8. A method as claimed in any one of the preceding claims wherein the sintered ceramic material is surrounded by a packing bed for the post-sintering treatment under reduced pressure.

9. A method as claimed in claim 8 wherein the packing bed is powdered boron nitride or powdered carbon.

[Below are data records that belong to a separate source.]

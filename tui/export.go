package tui

import (
	"context"
	"fmt"
	"os"
	"path/filepath"
	"strings"
	"time"

	tea "github.com/charmbracelet/bubbletea"

	"isofield/survey/export"
	"isofield/survey/pipeline"
	"isofield/tui/mapview"
)

// exportedMsg reports the outcome of an export.
type exportedMsg struct {
	dir   string
	files int
	err   error
}

// exportView returns a command writing every export of res and cfg into a
// new time-stamped directory under opt.ExportDir, with the map view's state
// among the settings. It captures values only.
func exportView(opt Options, res *pipeline.Result, cfg pipeline.Config, view string, now time.Time) tea.Cmd {
	dir := filepath.Join(opt.ExportDir, "isofield-export-"+now.Format("20060102-150405"))
	eo := export.Options{
		Version: opt.Version, Title: opt.Title, Made: now, DPI: opt.ExportDPI,
		Settings: []export.Setting{{Name: "terminal map view", Value: view}},
	}
	cfg = cloneConfig(cfg)
	return safe(func() tea.Msg {
		if err := os.MkdirAll(dir, 0o755); err != nil {
			return exportedMsg{dir: dir, err: err}
		}
		paths, err := export.All(context.Background(), dir, res, cfg, eo)
		return exportedMsg{dir: dir, files: len(paths), err: err}
	})
}

// cloneConfig copies the slices a background command must not share.
func cloneConfig(c pipeline.Config) pipeline.Config {
	c.Files = append([]string(nil), c.Files...)
	c.Edits = append(c.Edits[:0:0], c.Edits...)
	c.Criteria = cloneCriteria(c.Criteria)
	return c
}

// describeView says in words what the map shows, for the export settings.
func describeView(p mapPane) string {
	v := p.view
	var on []string
	for _, l := range []struct {
		l    mapview.Layers
		name string
	}{
		{mapview.LayerBands, "bands"}, {mapview.LayerField, "field magnitude"},
		{mapview.LayerZones, "zones"}, {mapview.LayerReadings, "readings"},
		{mapview.LayerFlaggedReadings, "suspect and excluded readings"},
		{mapview.LayerArrows, "arrows"}, {mapview.LayerSuggestions, "infill points"},
		{mapview.LayerContours, "band edges"},
	} {
		if v.Layers&l.l != 0 {
			on = append(on, l.name)
		}
	}
	return fmt.Sprintf("centre %s, %s; %s m per column; cursor %s, %s; layers: %s",
		fixed(v.CX), fixed(v.CY), num(v.MPC), fixed(v.CursorX), fixed(v.CursorY), strings.Join(on, ", "))
}

func (m Model) onExported(msg exportedMsg) Model {
	if msg.err != nil {
		m.message = "export failed: " + msg.err.Error()
	} else {
		m.message = fmt.Sprintf("exported %d files to %s", msg.files, msg.dir)
	}
	return m
}
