package tui

import (
	"fmt"
	"math"
	"regexp"
	"strconv"
	"strings"
	"testing"

	tea "github.com/charmbracelet/bubbletea"

	"isofield/survey/criteria"
	"isofield/survey/pipeline"
	"isofield/survey/qa"
)

// TestDisplayUnit checks the choice of unit and the text it gives. The
// factors are the SI prefixes m = 10⁻³ and k = 10³ (BIPM, The
// International System of Units, 9th ed., 2019, table 7): 1234567 mV is
// 1234.567 V.
func TestDisplayUnit(t *testing.T) {
	nan, inf := math.NaN(), math.Inf(1)
	tests := []struct {
		name     string
		unit     string
		lo, hi   float64
		v        float64 // a value to show
		wantUnit string
		want     string // d.with(v)
	}{
		{"small millivolts", "mV", -350, 120, -350.25, "mV", "-350.2 mV"},
		{"just under the step", "mV", 0, 9999, 9999, "mV", "9999 mV"},
		{"at the step", "mV", 0, 10000, 10000, "V", "10 V"},
		{"fault-scaled", "mV", 0, 1234567, 1234567, "V", "1235 V"},
		{"negative range", "mV", -1234567, -5, -1234567, "V", "-1235 V"},
		{"small value in a large range", "mV", -2e5, 3e5, 42, "V", "0.042 V"},
		{"to kilovolts", "mV", 0, 2.5e7, 2.5e7, "kV", "25 kV"},
		{"kilovolts is the largest", "mV", 0, 3e10, 3e10, "kV", "30000 kV"},
		{"volts stay", "V", -12, 9999, 500, "V", "500 V"},
		{"volts to kilovolts", "V", 0, 12000, 12000, "kV", "12 kV"},
		{"kilovolts stay", "kV", 0, 5e4, 5e4, "kV", "50000 kV"},
		{"zero", "mV", 0, 0, 0, "mV", "0 mV"},
		{"NaN range", "mV", nan, nan, nan, "mV", "— mV"},
		{"NaN bound ignored", "mV", nan, 2e5, 2e5, "V", "200 V"},
		{"infinite bound ignored", "mV", -inf, 50, 50, "mV", "50 mV"},
		{"field mV/m", "mV/m", 0, 25000, 25000, "V/m", "25 V/m"},
		{"field mV/m small", "mV/m", 0, 400, 400, "mV/m", "400 mV/m"},
		{"field V/m", "V/m", 0, 3e4, 3e4, "kV/m", "30 kV/m"},
		{"not a potential", "%", 0, 5e6, 5e6, "%", "5e+06 %"},
	}
	for _, tt := range tests {
		t.Run(tt.name, func(t *testing.T) {
			d := displayUnit(tt.unit, tt.lo, tt.hi)
			if d.name != tt.wantUnit {
				t.Errorf("displayUnit(%q, %g, %g) = %q, want %q", tt.unit, tt.lo, tt.hi, d.name, tt.wantUnit)
			}
			if got := d.with(tt.v); got != tt.want {
				t.Errorf("displayUnit(%q, %g, %g).with(%g) = %q, want %q", tt.unit, tt.lo, tt.hi, tt.v, got, tt.want)
			}
		})
	}
}

// faultFactor scales the fixture as a grounding survey measured at 10 A
// and scaled to a 4 kA fault (V × I_fault / I_test, IEEE Std 81 practice).
const faultFactor = 4000.0 / 10

// faultResult is the fixture scaled to the fault current: the grid and
// the corrected values grow by faultFactor, the values as read do not.
func faultResult() *pipeline.Result {
	res := fixtureResult()
	for i := range res.QA.Corrected {
		res.QA.Corrected[i] *= faultFactor
	}
	g := res.Grid
	for k := range g.V {
		g.V[k] *= faultFactor
		g.GX[k] *= faultFactor
		g.GY[k] *= faultFactor
	}
	return res
}

// faultModel returns a w × h mono model showing faultResult, flagging
// the fixture's threshold scaled alike.
func faultModel(t testing.TB, w, h int) Model {
	t.Helper()
	cfg := fixtureConfig()
	cfg.Criteria.FieldThreshold *= faultFactor
	m := New(cfg, Options{Title: "site-a.csv"}, DefaultKeyMap(), testStyles(false))
	m.gen = 1
	m = update1(t, m, tea.WindowSizeMsg{Width: w, Height: h})
	return update1(t, m, resultMsg{gen: 1, res: faultResult()})
}

// faultScreens are the screens that show potentials and fields.
var faultScreens = []struct {
	name string
	prep func(testing.TB, Model) Model
	keys []string
}{
	{"map", nil, nil},
	{"field", nil, []string{"2"}},
	{"zones", nil, []string{"z", "down", "enter"}},
	{"table", nil, []string{"t"}},
	{"profile", withMarks([2]float64{8, 11}, [2]float64{36, 7.5}), []string{"p"}},
}

// TestFaultScaledGolden renders the screens of a fault-scaled survey:
// potentials in volts, fields in V/m, the values as read still in mV.
func TestFaultScaledGolden(t *testing.T) {
	for _, size := range [][2]int{{80, 24}, {120, 40}} {
		for _, sc := range faultScreens {
			name := fmt.Sprintf("fault_%s_%dx%d_mono", sc.name, size[0], size[1])
			t.Run(name, func(t *testing.T) {
				m := faultModel(t, size[0], size[1])
				if sc.prep != nil {
					m = sc.prep(t, m)
				}
				out := press(t, m, sc.keys...).View()
				checkFits(t, out, size[0], size[1])
				golden(t, name+".golden", out)
			})
		}
	}
}

// shownNumber finds the numbers on a screen.
var shownNumber = regexp.MustCompile(`-?[0-9]+(\.[0-9]+)?(e[+-][0-9]+)?`)

// TestFaultScaledShort checks the rule itself on every screen of the
// fault-scaled survey: every number shown (values, band edges, axis
// labels, table cells; the fixture's other numbers are all small) is
// under 10 000, potentials and fields are in volts (the fixture peaks
// near 2 kV and 560 V/m), and the nearest-reading readout gives the
// scaled value in volts beside the value as read in millivolts.
func TestFaultScaledShort(t *testing.T) {
	for _, sc := range faultScreens {
		m := faultModel(t, 120, 40)
		if sc.prep != nil {
			m = sc.prep(t, m)
		}
		out := press(t, m, sc.keys...).View()
		for _, f := range shownNumber.FindAllString(out, -1) {
			v, err := strconv.ParseFloat(f, 64)
			if err != nil || math.Abs(v) >= promoteAt {
				t.Errorf("%s: %q shown, want fewer than five digits", sc.name, f)
			}
		}
		if !strings.Contains(out, " V") || strings.Contains(out, "potential, mV") || strings.Contains(out, "mV/m") {
			t.Errorf("%s: want potentials and fields in volts:\n%s", sc.name, out)
		}
	}
	m := faultModel(t, 120, 40)
	r := m.scene.res.Survey.Readings[0]
	got := m.scene.readingLabel(0, 1.5)
	want := fmt.Sprintf("%s %s V, 1.5 m (read %s mV)", r.ID, num(r.V*faultFactor/1000), num(r.V))
	if got != want {
		t.Errorf("readingLabel = %q, want %q", got, want)
	}
}

var (
	asRead    = regexp.MustCompile(`\(read [^)]*\)`)
	zoneLabel = regexp.MustCompile(`field ≥ \S+ mV/m`)
)

// TestFaultScaledPipeline runs the grounding preset scaled to a fault
// current through the real pipeline and checks that the readout (step
// voltage and its tolerable share included), the legend, the zones and
// the criterion show short numbers in volts.
func TestFaultScaledPipeline(t *testing.T) {
	cfg := pipeline.Config{Spacing: 0.5, QA: qa.Settings{FaultCurrent: 4000, TestCurrent: 10},
		Criteria: criteria.Settings{Preset: criteria.Grounding, FieldThreshold: 400 * faultFactor, SoilRho: 100}}
	m := pipelineModel(t, cfg)
	m = update1(t, m, tea.WindowSizeMsg{Width: 120, Height: 40})
	sc := m.scene
	if !sc.res.Analysis.Criterion.Step {
		t.Fatal("the grounding preset gave no step voltages")
	}
	pr := sc.probeAt(14, 10)
	screens := map[string]string{
		"readout": strings.Join(m.side.readout(sc, pr, 200), "\n"),
		"map":     m.View(),
		"zones":   press(t, m, "z").View(),
	}
	for name, out := range screens {
		// The value as read keeps the file's unit, and the zones' labels
		// are the analysis' own text (as the command line prints them).
		out = asRead.ReplaceAllString(out, "")
		out = zoneLabel.ReplaceAllString(out, "")
		for _, f := range shownNumber.FindAllString(out, -1) {
			if v, err := strconv.ParseFloat(f, 64); err != nil || math.Abs(v) >= promoteAt {
				t.Errorf("%s: %q shown, want fewer than five digits:\n%s", name, f, out)
			}
		}
		if strings.Contains(out, "mV") {
			t.Errorf("%s: want volts, not millivolts:\n%s", name, out)
		}
	}
	if r := screens["readout"]; !strings.Contains(r, " V over 1 m") || !strings.Contains(r, "of the tolerable") {
		t.Errorf("readout lacks the step voltage in volts:\n%s", r)
	}
}

// TestDispUnitNoise: within a range, values below 1e-9 of its largest
// magnitude are rounding noise and print as 0; a lone value never does.
func TestDispUnitNoise(t *testing.T) {
	tests := []struct {
		unit   string
		lo, hi float64
		v      float64
		want   string
	}{
		{"mV", -2e6, 2e6, 1.145e-9, "0 V"},
		{"mV", -2e6, 2e6, -3e-5, "0 V"},
		{"mV", -2e6, 2e6, 0.5, "0.0005 V"},
		{"mV", -400, -200, -1e-8, "0 mV"},
		{"mV", -400, -200, -1e-6, "-1e-06 mV"},
		{"mV", 0, 0, 1e-12, "1e-12 mV"},
	}
	for _, tt := range tests {
		if got := displayUnit(tt.unit, tt.lo, tt.hi).with(tt.v); got != tt.want {
			t.Errorf("displayUnit(%q, %g, %g).with(%g) = %q, want %q", tt.unit, tt.lo, tt.hi, tt.v, got, tt.want)
		}
	}
	if got := withUnit(1e-12, "V"); got != "1e-12 V" {
		t.Errorf("withUnit(1e-12, V) = %q", got)
	}
}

10. An essentially pure, fully dense β-sialon, O-sialon or β-silicon nitride containing

substantially no grain boundary phase material which has a density of at least 98.0% and a purity of above 99% of the theoretical.

11. An essentially pure, fully dense β-sialon or O-sialon containing substantially only silicon, aluminium, oxygen and nitrogen, which has a density of at least 99.5% and a purity of about 99% of the theoretical.

12. An essentially pure, fully dense β-silicon nitride containing substantially only silicon and nitrogen which has a density of at least 98.5% and a purity of substantially 100% of the theoretical.

13. An essentially pure, fully dense mixture of α-sialon and β-sialon comprising from 5 to 99% by weight of β-sialon which has a density of at least 98% and a purity of at least 99% of the theoretical.

14. A mixture of α-sialon and β-sialon as claimed in claim 13 which comprises from 40 to 60% by weight of β-sialon.

15. An essentially pure, fully dense mixture of β-sialon and O-sialon comprising from 5 to 99% by weight of β-sialon which has a density of at least 98% and a purity of at least 99% of the theoretical.

16. A mixture of β-sialon and O-sialon as claimed in claim 15 which comprises from 40 to 60% by weight of β-sialon.